Уже бесснежны, голы были сибирские просторы, – конец марта. Весенняя тишина дремала в тайге. Наступил вечер Великой Субботы, солнечной только что, вдруг померкшей, захмурившейся к ночи. Вдруг повалило снегом, и белая, зимняя, Сибирь побежала за окнами.

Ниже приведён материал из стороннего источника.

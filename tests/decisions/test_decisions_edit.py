"""`fluidledger decide` edits the file safely: comments kept, next id, validated before writing."""

from __future__ import annotations

import tomllib

import pytest

from decisions_fixtures import CO2_RIG_A, CO2_RIG_A_SOURCE, demo_copy
from pipeline.decisions import DecisionsError, load_decisions
from pipeline.decisions.edit import add_decision, next_id

COMMENTED = """\
# Curation decisions of the Brackenridge demo (invented).
# Keep this header: it tells new curators where the format is described.

format_version = 1   # do not change

[[decision]]
id = "D-0007"  # the first one, numbered by hand
who = "Odile Marchetti"
when = 2026-11-02
why = "duplicate campaign upload"   # see lab log

[decision.exclude_source]
fluid = "nitrogen"
source = "lit-nitrogen-critical-point"
constant = "Tc"
"""


@pytest.fixture()
def demo(tmp_path_factory, tmp_path):
    return demo_copy(tmp_path_factory, tmp_path)


def test_decide_keeps_comments_and_assigns_the_next_id(demo):
    """Two `decide` runs append D-0008 and D-0009 after the hand-numbered D-0007; the old text stays byte for byte."""
    demo.decisions.write_text(COMMENTED, encoding="utf-8")
    assert demo.decide("exclude-observations", "--source", CO2_RIG_A_SOURCE, "--file", CO2_RIG_A,
                       "--row", "16", "--quantity", "pressure", why="spike") == 0
    assert demo.decide("waive-check", "--check", "data.outliers", "--fluid", "nitrogen",
                       "--subject", "curve:liquid-vapour", why="caused by the kPa file") == 0
    text = demo.decisions.read_text("utf-8")
    assert text.startswith(COMMENTED)
    assert load_decisions(demo.decisions).ids == ["D-0007", "D-0008", "D-0009"]
    parsed = tomllib.loads(text)["decision"]
    assert parsed[2]["waive_check"]["input_hash"] == demo.query(
        "SELECT DISTINCT input_hash FROM check_result WHERE fluid_id = 'nitrogen'")[0][0]


def test_decide_refuses_a_reference_that_does_not_resolve(demo, capsys):
    """A row the file does not have is refused (exit 2) and the file is left untouched."""
    before = demo.decisions.read_bytes()
    assert demo.decide("exclude-observations", "--source", CO2_RIG_A_SOURCE, "--file", CO2_RIG_A,
                       "--row", "99", why="no such row") == 2
    assert "row(s) 99" in capsys.readouterr().err
    assert demo.decide("prefer-source", "--fluid", "nitrogen", "--constant", "Tc", "--source",
                       CO2_RIG_A_SOURCE, why="wrong fluid") == 2
    assert demo.decisions.read_bytes() == before


def test_an_edit_that_would_break_the_file_writes_nothing(tmp_path):
    """A duplicate id is caught by validating the new text; the file keeps its old bytes."""
    path = tmp_path / "decisions.toml"
    path.write_text(COMMENTED, encoding="utf-8")
    with pytest.raises(DecisionsError, match="duplicate id") as err:
        add_decision(path, who="Odile Marchetti", why="again", action="exclude_source",
                     spec={"fluid": "argon", "source": "x"}, decision_id="D-0007")
    assert err.value.key == "id"
    assert path.read_text("utf-8") == COMMENTED
    assert sorted(p.name for p in tmp_path.iterdir()) == [".decisions.toml.lock", "decisions.toml"]


def test_a_new_file_gets_a_header_and_the_format_version(tmp_path):
    """`decide` on a missing file creates it with the explanatory header and D-0001."""
    path = tmp_path / "raw" / "decisions.toml"
    d = add_decision(path, who="Odile Marchetti", why="test", action="waive_check",
                     spec={"check": "data.outliers", "fluid": "water", "until": "2027-01-01"})
    text = path.read_text("utf-8")
    assert d.id == "D-0001" and text.startswith("# FluidLedger curation decisions")
    assert tomllib.loads(text)["format_version"] == 1
    assert next_id(load_decisions(path)) == "D-0002"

В салон-вагоне и по столовкам освобожденные разговлялись. И они – тоже, разговлялись. Должно быть, Пасха будила в них казавшееся давно отмершим. Сестры украсили их столы бумажными цветами, наделали пасох и куличей, – на станциях жертвовали "кооперативы", – накрасили яичек, – может быть, похристосуются. Но никто из них и не подумал. Притихли только. Мне было грустно. Я глядела, как они кокали яички, как жадно глотали пасху и тут же курили, курили беспрестанно. Мне было не по себе, что на пасхах выставлены кресты, на куличиках сахарно полито – Х. В. Это им было безразлично: вкусно, только. Доктор, еврей, христосовался с нами, сердцем понимая наше. А эти, кровные… – только ели. Правда, были и между ними не все еще растерявшие. Помню, один долго вертел яичко, и было в его лице что-то, светло жалеющее. Это был матерый революционер, эс-эр. Принимая от меня тарелочку с пасхой и куличом, спросил:
– Вы что, сестра, печальная такая… в наш праздник?
Меня передернуло, про какой он праздник? С горечью вырвалось у меня, из сердца:
– Больно, больно все это видеть, слышать… теперь у нас больше не будет Светлого Дня… я чувствую!
Он не понял. Сказал уверенно:
– Теперь… все дни будут светлые… мы воскресим народ.
– Как вы слепы! – крикнула я, в слезах, досадуя на себя за слабость. – Или сами себя обманываете? Если сеется только зло, откуда же быть свету?! Что вы делаете с народом, с добрым, мягким, доверчивым? Я знаю его, я столько видела светлого в нем, чудесного, истинно благородного, самоотверженного… всё мы видели на войне. Да, и другое было, но все вам скажут, что светлого было неизмеримо больше, перед чем нужно преклоняться, что выше, лучше, чище всего нашего, надуманного, фальшивого, интеллигентского! Вы отнимаете Бога у народа, вы его убиваете… народу не это надо!..
И я заплакала. Мне стало дурно. Меня увели в купе. Но я не могла лежать, мне было душно. Я вышла в коридор, прислонилась к окошку и все смотрела на бежавшую снежную Сибирь. Намело целые сугробы в тайге. Сторожки были занесены до окон. Ко мне подошел тот самый "старый революционер", взял меня за руку.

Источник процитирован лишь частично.